Certain general areas usually hold fish. The guts between bars can hold fish, or sometimes the fish will be feeding on either edge of a sand bar. Sometimes there will be channels connecting the guts between bars which can act as a highway for fish across bars. Some areas such as old piers and whatnot have structure that fish like. But on any given day the fish might or might not be there. Be flexible, fish different places, and try different things.


----------



## learningsaltwater (Jul 19, 2010)

Great info thanks,


----------



## learningsaltwater (Jul 19, 2010)

Since bait in the water seems to be the key.The next obvious question would be how to find bait ? Do you look for birds working like in the bay or is there other ways to find out where the bait is ?


----------



## big john o (Aug 12, 2005)

I've been fishing the surf ever since I was old enough to cast a zebco 202. The best day I ever had was mid-July about 10 years ago in front of a beach house we were staying at on Crystal Beach using a (51 series) chartruse mirror lure. The birds were working bait in knee deep water and we were casting at them from the sand. All 18"+ fish. Dosent happen too often like that but when it does its something else.


----------



## aggiemulletboy (May 31, 2006)

learningsaltwater said:


> Since bait in the water seems to be the key.The next obvious question would be how to find bait ? Do you look for birds working like in the bay or is there other ways to find out where the bait is ?


Birds are a good sign usually, although you won't always get what you are after. Last year went in the surf under birds and caught kingfish. Next day it was only gafftop. Fish hitting or slurping bait off the surface is another obvious sign. Bait jumping and scattering all over the place. You can also see fish swirling under the surface sometimes.


----------



## learningsaltwater (Jul 19, 2010)

One last question for the day !

Is surf fishing better during certain times of the year than others if so what a the better times of the year ?


----------



## aggiemulletboy (May 31, 2006)

learningsaltwater said:


> One last question for the day !
> 
> Is surf fishing better during certain times of the year than others if so what a the better times of the year ?

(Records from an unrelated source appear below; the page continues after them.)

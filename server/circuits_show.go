package server

import (
	"cmp"
	"fmt"
	"net/http"
	"slices"
	"strings"

	"github.com/labstack/echo/v4"

	"tripwell/forms"
	"tripwell/store"
)

// circuitsPage lists a site's panels with their circuits, or is the directory of one panel, to be printed and hung in its
// door.
type circuitsPage struct {
	Frame
	Crumbs        []link
	Heading, Lead string
	Conflicts     []conflictLine
	Actions       []link
	Panels        []panelShown
	None          string
	Note          string
}

// panelShown is a panel with its directory.
type panelShown struct {
	Name, Href, Where string
	Circuits          []circuitRow
}

// circuitRow is a circuit in a directory.
type circuitRow struct {
	Href, Numbers, Breaker, Poles, Conductor string
	Feeds                                    string
	Devices                                  []link // in order from the breaker on
	Flags                                    []mark
}

func (s *Server) circuitsShow(c echo.Context) error {
	view := circuitsPage{Frame: s.frame(c, s.words.Say("office.circuit.list"), "sites")}
	err := s.store.View(scope(c), func(v *store.View) error {
		site, err := v.Site(c.Param("site"))
		if err != nil {
			return err
		}
		return s.buildCircuits(v, site, "", &view)
	})
	if err != nil {
		return err
	}
	return s.page(c, http.StatusOK, "circuits.html", view)
}

func (s *Server) panelShow(c echo.Context) error {
	view := circuitsPage{Frame: s.frame(c, "", "sites")}
	err := s.store.View(scope(c), func(v *store.View) error {
		panel, site, err := v.Panel(c.Param("panel"))
		if err != nil {
			return err
		}
		if err := s.buildCircuits(v, site, panel.ID, &view); err != nil {
			return err
		}
		k := s.ink()
		view.Title = k.say("office.circuit.panel_title", "panel", panel.Name)
		view.Heading, view.Lead = k.say("office.circuit.directory", "panel", unbroken(panel.Name)), joined(site.Name, panel.Location)
		view.Note = k.say("office.circuit.directory_note")
		view.Conflicts = s.conflicts(v, panel.Conflicts, s.today(site))
		view.Crumbs = append(view.Crumbs, link{Href: siteHref(site) + "/circuits", Text: k.say("office.circuit.list")})
		if view.Actions = nil; view.Change {
			view.Actions = []link{{Href: "/panels/" + panel.ID + "/edit", Text: k.say("office.circuit.panel_edit")}, {Href: siteHref(site) + "/circuits/new?panel=" + panel.ID, Text: k.say("office.circuit.new")}}
		}
		return nil
	})
	if err != nil {
		return err
	}
	return s.page(c, http.StatusOK, "circuits.html", view)
}

// buildCircuits fills the directories of a site's panels, or of one.
func (s *Server) buildCircuits(v *store.View, site store.Site, only string, view *circuitsPage) error {
	k := s.ink()
	panels, err := v.Panels(site.ID)
	if err != nil {
		return err
	}
	circuits, err := v.Circuits(site.ID)
	if err != nil {
		return err
	}
	p, err := v.SiteProtection(site.ID, s.today(site))
	if err != nil {
		return err
	}
	shown := map[string]int{}
	for _, panel := range panels {
		if only == "" || only == panel.ID {
			shown[panel.ID] = len(view.Panels)
			view.Panels = append(view.Panels, panelShown{Name: unbroken(panel.Name), Href: "/panels/" + panel.ID, Where: panel.Location})
		}
	}
	n, flagged := 0, 0
	for _, one := range circuits {
		at, ok := shown[one.PanelID]
		if !ok {
			if only != "" {
				continue
			}
			at, shown[one.PanelID] = len(view.Panels), len(view.Panels)
			view.Panels = append(view.Panels, panelShown{Name: cmp.Or(unbroken(one.Panel), k.say("office.circuit.no_panel"))})
		}
		row := s.circuitRow(p, one)
		if n++; len(row.Flags) > 0 {
			flagged++
		}
		view.Panels[at].Circuits = append(view.Panels[at].Circuits, row)
	}
	view.Title, view.Crumbs = k.say("office.circuit.list"), []link{{Href: siteHref(site), Text: site.Name}}
	view.Heading = k.say("office.circuit.heading", "n", n, "panels", k.say("office.circuit.panels", "n", len(panels)))
	if view.None = k.say("office.circuit.none"); flagged > 0 {
		view.Lead = k.say("office.circuit.flagged", "n", flagged)
	}
	view.Actions = []link{{Href: siteHref(site) + "/protection", Text: k.say("office.protection.title")}}
	if view.Change {
		view.Actions = append(view.Actions, link{Href: siteHref(site) + "/panels/new", Text: k.say("office.circuit.panel_new")}, link{Href: siteHref(site) + "/circuits/new", Text: k.say("office.circuit.new")})
	}
	return nil
}

func (s *Server) circuitRow(p *store.Protection, c store.Circuit) circuitRow {
	k := s.ink()
	row := circuitRow{Href: "/circuits/" + c.ID, Numbers: cmp.Or(c.Numbers, dash), Breaker: s.breaker(c), Conductor: s.conductor(c), Feeds: c.Text("feeds")}
	if poles := c.Number("poles"); poles > 0 {
		row.Poles = number(poles)
	}
	var rooms []string
	for _, d := range alongCircuit(p, c.ID) {
		row.Devices = append(row.Devices, link{Href: "/devices/" + d.ID, Text: s.spot(d.DeviceRow)})
		if room := cmp.Or(d.Place.Room, d.Place.Floor); room != "" && !slices.Contains(rooms, room) {
			rooms = append(rooms, room)
		}
	}
	if row.Feeds == "" {
		row.Feeds = strings.Join(rooms, ", ")
	}
	for _, check := range s.circuitChecks(p, c) {
		if check.Mark.Shape == "watch" {
			row.Flags = append(row.Flags, mark{"watch", k.say("office.circuit.check." + check.kind + ".short")})
		}
	}
	row.Flags = slices.Compact(row.Flags)
	return row
}

// alongCircuit gives the devices of a circuit from its breaker on, each followed by what its LOAD terminals feed.
func alongCircuit(p *store.Protection, circuit string) (out []store.OnMap) {
	breakers, runs := p.Runs(circuit)
	add := func(id string) {
		if d, ok := p.Device(id); ok && !d.Retired {
			out = append(out, d)
		}
	}
	var walk func([]forms.Run)
	walk = func(runs []forms.Run) {
		for _, r := range runs {
			add(r.ID)
			walk(r.Load)
		}
	}
	for _, b := range breakers {
		add(b)
	}
	walk(runs)
	return out
}

// breaker writes a circuit's breaker: 20 A, GFCI.
func (s *Server) breaker(c store.Circuit) string {
	k, text := s.ink(), ""
	if a := c.Number("breaker_a"); a > 0 {
		text = k.amount(number(a), "A")
	}
	if kind := c.Text("breaker_type"); kind != "" {
		text = strings.TrimPrefix(fmt.Sprintf("%s, %s", text, k.named("office.circuit.type", kind)), ", ")
	}
	return text
}

func (s *Server) conductor(c store.Circuit) string {
	return strings.ReplaceAll(c.Text("conductor"), " ", "\u00a0")
}

// circuitName writes panel and circuit as electricians do: LP-2 / 14.
func circuitName(c store.Circuit) string {
	return circuit(store.DeviceRow{Panel: c.Panel, Circuit: c.Numbers})
}

// unbroken keeps a panel's name in one piece.
func unbroken(name string) string { return strings.ReplaceAll(name, "-", hyphen) }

Depends on what you are fishing for. Trout, sharks, pompano, etc. are usually fished for during the late spring, summer, and early fall when the water temps are up. You can pretty much find redfish and black drum even during the cold months. Sheepshead are good around the jetties and structure in the winter and early spring. Whiting are there most of the time.


----------



## dpeterson (May 3, 2007)

*Learning: we all do it!*

First if you have a four wheel drive truck and can drive down the beach you can look for the clean water areas. These areas are clearer than the typical off color-sandy looking- areas. Look for bait fish-mullet-in the shallow water right at the beach front-where the water meets the sand. Lots of bait fish and predators are in the shallower areas of the water where the water has flattened out after the wave has broken. In-beteeen the small breaking waves where the water is maybe knee high or so is where the trout, reds , sandys and of course hardheads etc will be located but if you find the bait start looking for the bait scattering and getting busted by the predators from below. Have some good UV sunglasses, a cast net and a bucket for the mullet. Don't put too much water in the bucket as the mullet can really jump and will live quite awhile in just a few inches of water. Keep them in the shade of the truck. Maybe add some ice from your refreshment box, just put the ice in a zip lock bag, to cool the water down. Focus on finding the bait and watching there movement and start casting in there direct. 
If you don't have a four wheel drive, be careful where you drive and stay out of the dry fluffy thick sand. You will get stuck, sometimes even in a fourwheeler. Good luck, we were all beginners once!


----------



## learningsaltwater (Jul 19, 2010)

I do have a 4-wheel drive so driving the beach is not a problem in most places.Thanks for the information :cheers:


----------